Department of Integrative Biology and Physiology, University of California, Los Angeles, California, United States of America.
Institute for Quantitative and Computational Biosciences, University of California, Los Angeles, California, United States of America.
PLoS Comput Biol. 2024 Sep 6;20(9):e1012386. doi: 10.1371/journal.pcbi.1012386. eCollection 2024 Sep.
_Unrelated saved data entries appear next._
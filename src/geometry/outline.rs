//! Closed loops of pieces, and what can be measured on them.

use super::piece::Piece;
use super::point::{Box2, Point};
use std::f64::consts::PI;

/// A closed loop of pieces, each starting where the one before ends.
#[derive(Clone, Debug, Default, PartialEq)]
pub struct Loop {
    /// The pieces in order.
    pub pieces: Vec<Piece>,
}

/// A region of the plane: the material lies to the left of every loop
/// (outer loops counter-clockwise, holes clockwise).
#[derive(Clone, Debug, Default, PartialEq)]
pub struct Outline {
    /// Outer loops and holes.
    pub loops: Vec<Loop>,
}

/// A place where two pieces meet at an angle.
#[derive(Clone, Copy, Debug, PartialEq)]
pub struct Corner {
    /// Where.
    pub at: Point,
    /// Interior angle, radians, in (0, 2π).
    pub angle: f64,
    /// Direction of the outgoing edge, radians; the interior is counter-clockwise of it.
    pub direction: f64,
    /// Curvatures of the incoming and the outgoing edge.
    pub curvatures: [f64; 2],
    /// Loop, and index in it of the piece that starts here.
    pub place: (usize, usize),
}

impl Outline {
    /// Box around the outline.
    pub fn bounds(&self) -> Box2 {
        let mut b = Box2::EMPTY;
        for p in self.pieces() {
            let c = p.bounds();
            b.include(c.lo);
            b.include(c.hi);
        }
        b
    }

    /// All pieces of all loops.
    pub fn pieces(&self) -> impl Iterator<Item = &Piece> {
        self.loops.iter().flat_map(|l| l.pieces.iter())
    }

    /// Every joint whose direction turns by more than `tolerance` radians.
    pub fn corners(&self, tolerance: f64) -> Vec<Corner> {
        let mut out = Vec::new();
        for (i, l) in self.loops.iter().enumerate() {
            let n = l.pieces.len();
            for k in 0..n {
                let (before, after) = (&l.pieces[(k + n - 1) % n], &l.pieces[k]);
                let turn = turn_between(before, after);
                let b = after.tangent(0.0);
                if turn.abs() > tolerance {
                    out.push(Corner {
                        at: after.start(),
                        angle: PI - turn,
                        direction: b.angle(),
                        curvatures: [before.curvature(1.0), after.curvature(0.0)],
                        place: (i, k),
                    });
                }
            }
        }
        out
    }
}

/// Angle by which the direction turns from the end of one piece to the start of the next,
/// radians in [−π, π], positive to the left.
///
/// At a cusp the two half turns differ by which side is the thin one; there the curvatures tell.
pub(super) fn turn_between(before: &Piece, after: &Piece) -> f64 {
    let (a, b) = (before.tangent(1.0), after.tangent(0.0));
    let turn = a.cross(b).atan2(a.dot(b));
    if turn.abs() < PI - 1e-9 {
        return turn;
    }
    // Seen from the tip, the way back bends by −κ; if it lies to the left, the tip is material.
    if -before.curvature(1.0) >= after.curvature(0.0) {
        PI
    } else {
        -PI
    }
}

#[cfg(test)]
#[allow(clippy::unwrap_used)]
mod tests {
    use super::super::point::pt;
    use super::*;

    #[test]
    fn a_square_has_four_right_angles() {
        let q = Outline::rectangle(pt(0., 0.), pt(1., 1.)).unwrap();
        let c = q.corners(1e-9);
        assert_eq!(c.len(), 4);
        assert!(c.iter().all(|c| (c.angle - PI / 2.0).abs() < 1e-15));
    }
}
Effective analysis of single-cell RNA sequencing (scRNA-seq) data requires a rigorous distinction between technical noise and biological variation. In this work, we propose a simple feature selection model, termed "Differentially Distributed Genes" or DDGs, where a binomial sampling process for each mRNA species produces a null model of technical variation. Using scRNA-seq data where cell identities have been established a priori, we find that the DDG model of biological variation outperforms existing methods. We demonstrate that DDGs distinguish a validated set of real biologically varying genes, minimize neighborhood distortion, and enable accurate partitioning of cells into their established cell-type groups.
有效分析单细胞 RNA 测序(scRNA-seq)数据需要严格区分技术噪声和生物变异。在这项工作中,我们提出了一种简单的特征选择模型,称为“差异分布基因”(Differentially Distributed Genes,DDGs),其中每个 mRNA 物种的二项式抽样过程产生了技术变异的零模型。使用预先确定细胞身份的 scRNA-seq 数据,我们发现 DDG 模型的生物变异优于现有方法。我们证明,DDGs 可以区分一组经过验证的真正具有生物学差异的基因,最小化邻域变形,并能够准确地将细胞划分为其已建立的细胞类型组。